Tests QA Amazon Server: getting 12kb for the Couch DB, 9kb for the I.S.
(Icon Server from memory cache)
100 queries, 1 connection:
1000 queries, 10 connections
1000 queries, 30 connections
These results reflect more definitively what the tests on the local machine say - at a high number of connections, the performance of the CouchDB decreases until such a point that increasing connections reduces performance. The Icon Server is getting a smaller file size, 25% smaller than the CouchDB, so the numbers are a little off, but we can see the overall trend. Adding a second or two on the IS times doesn't really change the result.
Summary
This is not a high performance DB. This is a feature specific DB. Would be great for repos or small projects.
These results are actually very positive for CouchDB in certain circumstances. It's half the speed of the current Icon Servers - but the icon servers are speed demons and half the speed of them is actually very good, for a non-memory based DB. CouchDB clusters work like GIT repos - there is no master or slave. They work together to update each other and guarantee eventually consistency. This means that ANY one DB can be updated and the update will spread across the cluster automatically, and every DB is an exact duplicate of the others. If one fails, you loose nothing. If all but one fails, you still loose nothing.

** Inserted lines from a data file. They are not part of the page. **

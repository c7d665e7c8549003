import type { Answer } from '../../scenario/answer/answer.ts';
import type { CivilClock } from '../../tariffs/civilClock.ts';

const HOURS = 24;

/** A tariff over the hours of the day. */
export interface DayOfPrices {
  readonly tariff: string;
  readonly currency: string;
  /** Mean of the year in each civil hour of the day: what one kWh more costs, taxes in. */
  readonly price: readonly number[];
}

/** The hours of the day in the mean of a year. */
export interface HoursOfDay {
  readonly tariffs: readonly DayOfPrices[];
  /** Electricity of the heating in each civil hour of the day, kWh a year. */
  readonly electricity: readonly number[];
}

/**
 * Prices and electricity by the civil hour of the day, for a strip of 24 cells. A tariff that is priced by blocks alone has no
 * price by the hour, and is left out.
 */
export function hoursOfDay({ loaded, columns }: Pick<Answer, 'loaded' | 'columns'>): HoursOfDay {
  const { clock, tariffs, scenario } = loaded;
  const count = sumsByHour(clock, () => 1);
  return {
    tariffs: tariffs
      .filter(({ prepared }) => !prepared.pricedByBlocksAlone)
      .map(({ name, currency, prepared }) => ({
        tariff: name,
        currency: currency ?? scenario.currency,
        price: sumsByHour(clock, (i) => prepared.marginalPrice[i]).map((sum, h) => sum / count[h]),
      })),
    electricity: sumsByHour(clock, (i) => columns.electricity[i]),
  };
}

function sumsByHour(clock: CivilClock, of: (step: number) => number): number[] {
  const sums = Array.from({ length: HOURS }, () => 0);
  for (let i = 0; i < clock.hours; i++) sums[Math.floor(clock.minuteOfDay[i] / 60)] += of(i);
  return sums;
}
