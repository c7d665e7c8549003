import { tariffColumn, tariffFigures } from '../../../batch/rowColumns.ts';
import { type Markup, markup } from '../../charts/markup.ts';
import { dataTable, textColumns } from '../dataTable.ts';
import { inEnglish } from '../named.ts';
import { quotedWord } from '../reportCommands.ts';
import type { BatchReportInput } from './batchReportInput.ts';
import { cellName } from './writtenFigures.ts';

/** Files and assumptions that are listed; the manifest has all of them. */
const MOST_LISTED = 60;

/** For the auditor: what the years rest on, what the columns mean, and how to get it again. */
export function batchAuditor(input: BatchReportInput): Markup {
  const { words } = input;
  const { auditor: said, batch } = words;
  const section = (title: string, parts: readonly (Markup | undefined)[]) =>
    markup`<section><h3>${title}</h3>${parts}</section>`;
  return markup`<section class="part" aria-labelledby="auditor"><h2 id="auditor">${said.title}</h2>${[
    section(said.inputs, [inputTable(input)]),
    section(said.assumptions, [assumptionTable(input)]),
    section(batch.columnsTitle, [columnTable(input)]),
    section(said.again, [markup`<p>${batch.again}</p><pre>${batchCommands(input)}</pre>`]),
  ]}</section>`;
}

function inputTable({ manifest, words, figures }: BatchReportInput): Markup {
  const { auditor: said, batch } = words;
  const table = dataTable({
    caption: batch.inputsCaption(manifest.version),
    columns: textColumns(said.file, said.role, 'SHA-256'),
    rows: manifest.inputs
      .slice(0, MOST_LISTED)
      .map(({ file, role, sha256 }) => [
        cellName(file),
        batch.roles[role] ?? words.roles[role] ?? cellName(role),
        markup`<code>${cellName(sha256)}</code>`,
      ]),
  });
  const rest = manifest.inputs.length - MOST_LISTED;
  return rest > 0 ? markup`${table}<p>${batch.moreInputs(figures.number(rest, 0))}</p>` : table;
}

function assumptionTable({ manifest, words, figures }: BatchReportInput): Markup {
  const { auditor: said, batch } = words;
  if (manifest.assumptions.length === 0) return markup`<p>${said.noAssumptions}</p>`;
  const table = dataTable({
    caption: said.assumptionsCaption,
    columns: textColumns(said.place, said.assumed),
    rows: manifest.assumptions
      .slice(0, MOST_LISTED)
      .map(({ path, text }) => [markup`<code>${cellName(path)}</code>`, inEnglish(text.slice(0, 400))]),
  });
  const rest = manifest.assumptions.length - MOST_LISTED;
  const more = rest > 0 ? markup`<p>${batch.moreAssumptions(figures.number(rest, 0))}</p>` : undefined;
  return markup`<p>${batch.assumptionsNote}</p>${table}${more}`;
}

/** Every column once; those of the tariffs for the first of them. */
function columnTable({ manifest, words }: BatchReportInput): Markup {
  const { batch: said } = words;
  const row = (name: string, unit: string, meaning: string | undefined) => [
    markup`<code>${cellName(name)}</code>`,
    unit === 'money' ? said.currencyUnit : unit,
    meaning ?? '',
  ];
  const ofTariffs = new Set(manifest.columns.filter(({ name }) => name.includes('.')).map(({ name }) => name));
  const plain = manifest.columns.filter(({ name }) => !ofTariffs.has(name)).slice(0, MOST_LISTED);
  const money = tariffFigures.filter((figure) => ofTariffs.has(tariffColumn(0, figure)));
  return dataTable({
    caption: said.columnsCaption,
    columns: textColumns(said.column, said.unit, said.meaning),
    rows: [
      ...['job', 'home', 'homesLine'].map((name) => row(name, '', said.columns[name])),
      ...plain.map(({ name, unit }) => row(name, unit, said.columns[name])),
      ...money.map((figure) => row(tariffColumn(0, figure), 'money', said.columns[figure])),
      ...['currency', 'warnings', 'problems'].map((name) => row(name, '', said.columns[name])),
    ],
  });
}

/** The commands that make the years and this report again, a line each. */
export function batchCommands({ manifest, by, axes, words, date }: Omit<BatchReportInput, 'figures'>): string {
  const options = [
    ...(by === 'cost' ? [] : [`--by ${by}`]),
    ...(axes === undefined ? [] : [`--axes ${quotedWord(axes.join(','))}`]),
    ...(words.language === 'en' ? [] : [`--language ${words.language}`]),
    ...(date === undefined ? [] : [`--date ${quotedWord(date)}`]),
  ];
  return [
    `winterledger batch ${quotedWord(manifest.planFile)} --out results`,
    ['winterledger report results --out report.html', ...options].join(' '),
    'sha256sum FILE',
  ].join('\n');
}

The BEST thing about CouchDB is it's independence from a server. Via it's HTTP API. Development time on Couch DB, **if it suffices for the purpose**, can be DRASTICALLY reduced as compared to the normal JAVA EE stack.
What CouchDB is great for:
Dynamic content. Transactions, or dynamically bound content. Low-medium bandwidth. Version control - it would great for a GIT repo type service, CHAT, transcripts, documents, cloud drive.
What CouchDB would be bad for:
Logging DB. High-bandwidth. Static content.
I'd recommend using this DB for independent (standalone) projects, proof of concept or "testing the waters" projects, or in the cases of the above paragraph "great for" section. In particular to my reason for testing this, I wanted a system for dynamically binding content when it's served. Specifically, I wanted to apply a system of imports and modularization of Javascript files. What I found is that the only way to do this (practically) would be to serve a generic bootloader JS from the Icon Server and then have it make secondary requests to this DB, OR apply a secondary system to the Couch DB server itself - I would have to dedicate a DB connection to a listener which, when updates are applied to key files (modules), would update the resultant files (the served JS). This is exactly what I was attempting to avoid by using CouchDB - extra effort using an extra system.